(Saved data entries)
=== Section Start ===
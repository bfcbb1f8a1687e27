namespace FinWatch.Server.Infrastructure;

/// <summary>
/// One feature of the server (a folder under Features/): what it registers, what middleware it needs, what it runs at
/// start-up, and the endpoints it maps. Program.cs lists the features; <see cref="FeatureList"/> runs each hook of
/// every feature, in the order the features were added. Only <see cref="Map"/> is required.
/// </summary>
public interface IFeature
{
    /// <summary>Registers the feature's services and options. <paramref name="args"/> is the command line.</summary>
    static virtual void Add(WebApplicationBuilder builder, string[] args)
    {
    }

    /// <summary>Middleware that must see every answer, the pages' static files included (it runs before routing).</summary>
    static virtual void UseBeforeRouting(WebApplication app)
    {
    }

    /// <summary>Middleware that needs the chosen endpoint (authentication, authorization, rate limits).</summary>
    static virtual void UseAfterRouting(WebApplication app)
    {
    }

    /// <summary>
    /// Runs once the database is migrated, before the server listens. Returns an exit code to stop there (a
    /// command-line command of the feature ran instead of the server), or null to go on.
    /// </summary>
    static virtual Task<int?> StartAsync(WebApplication app, string[] args) => Task.FromResult<int?>(null);

    /// <summary>Maps the feature's endpoints (and hubs).</summary>
    static abstract void Map(IEndpointRouteBuilder endpoints);
}

/// <summary>
/// The server's features in the order Program.cs adds them; the one way a feature joins the server:
/// <c>features.Add&lt;XFeature&gt;()</c>.
/// </summary>
public sealed class FeatureList(WebApplicationBuilder builder, string[] args)
{
    private readonly List<Action<WebApplication>> beforeRouting = [];
    private readonly List<Action<WebApplication>> afterRouting = [];
    private readonly List<Func<WebApplication, string[], Task<int?>>> starts = [];
    private readonly List<Action<IEndpointRouteBuilder>> maps = [];

    /// <summary>Adds a feature: registers its services now and keeps its other hooks for <see cref="StartAsync"/> and <see cref="Use"/>.</summary>
    public FeatureList Add<T>()
        where T : IFeature
    {
        T.Add(builder, args);
        beforeRouting.Add(T.UseBeforeRouting);
        afterRouting.Add(T.UseAfterRouting);
        starts.Add(T.StartAsync);
        maps.Add(T.Map);
        return this;
    }

    /// <summary>
    /// Migrates the database, then runs each feature's start-up step; returns the exit code of the first that ends
    /// the process (a command ran), or null when the server should go on to listen.
    /// </summary>
    public async Task<int?> StartAsync(WebApplication app)
    {
        await app.MigrateFinWatchDatabaseAsync();
        foreach (var start in starts)
        {
            if (await start(app, args) is { } exitCode)
            {
                return exitCode;
            }
        }

        return null;
    }

    /// <summary>
    /// The request pipeline and the endpoints: errors and health, the features' early middleware, the pages and
    /// routing, the features' middleware after routing, then every feature's endpoints.
    /// </summary>
    public void Use(WebApplication app)
    {
        app.UseFinWatchApiDefaults();
        beforeRouting.ForEach(use => use(app));
        app.UseFinWatchPages();
        afterRouting.ForEach(use => use(app));
        maps.ForEach(map => map(app));
    }
}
=== Section End ===
**TASK REQUIREMENTS**
Exactly and only the lines from the line containing "beforeRouting.Add(T.UseBeforeRouting);" through the final line of the records above must be returned.

**EXERCISE OUTPUT**
        beforeRouting.Add(T.UseBeforeRouting);
        afterRouting.Add(T.UseAfterRouting);
        starts.Add(T.StartAsync);
        maps.Add(T.Map);
        return this;
    }

    /// <summary>
    /// Migrates the database, then runs each feature's start-up step; returns the exit code of the first that ends
    /// the process (a command ran), or null when the server should go on to listen.
    /// </summary>
    public async Task<int?> StartAsync(WebApplication app)
    {
        await app.MigrateFinWatchDatabaseAsync();
        foreach (var start in starts)
        {
            if (await start(app, args) is { } exitCode)
            {
                return exitCode;
            }
        }

        return null;
    }

    /// <summary>
    /// The request pipeline and the endpoints: errors and health, the features' early middleware, the pages and
    /// routing, the features' middleware after routing, then every feature's endpoints.
    /// </summary>
    public void Use(WebApplication app)
    {
        app.UseFinWatchApiDefaults();
        beforeRouting.ForEach(use => use(app));
        app.UseFinWatchPages();
        afterRouting.ForEach(use => use(app));
        maps.ForEach(map => map(app));
    }
}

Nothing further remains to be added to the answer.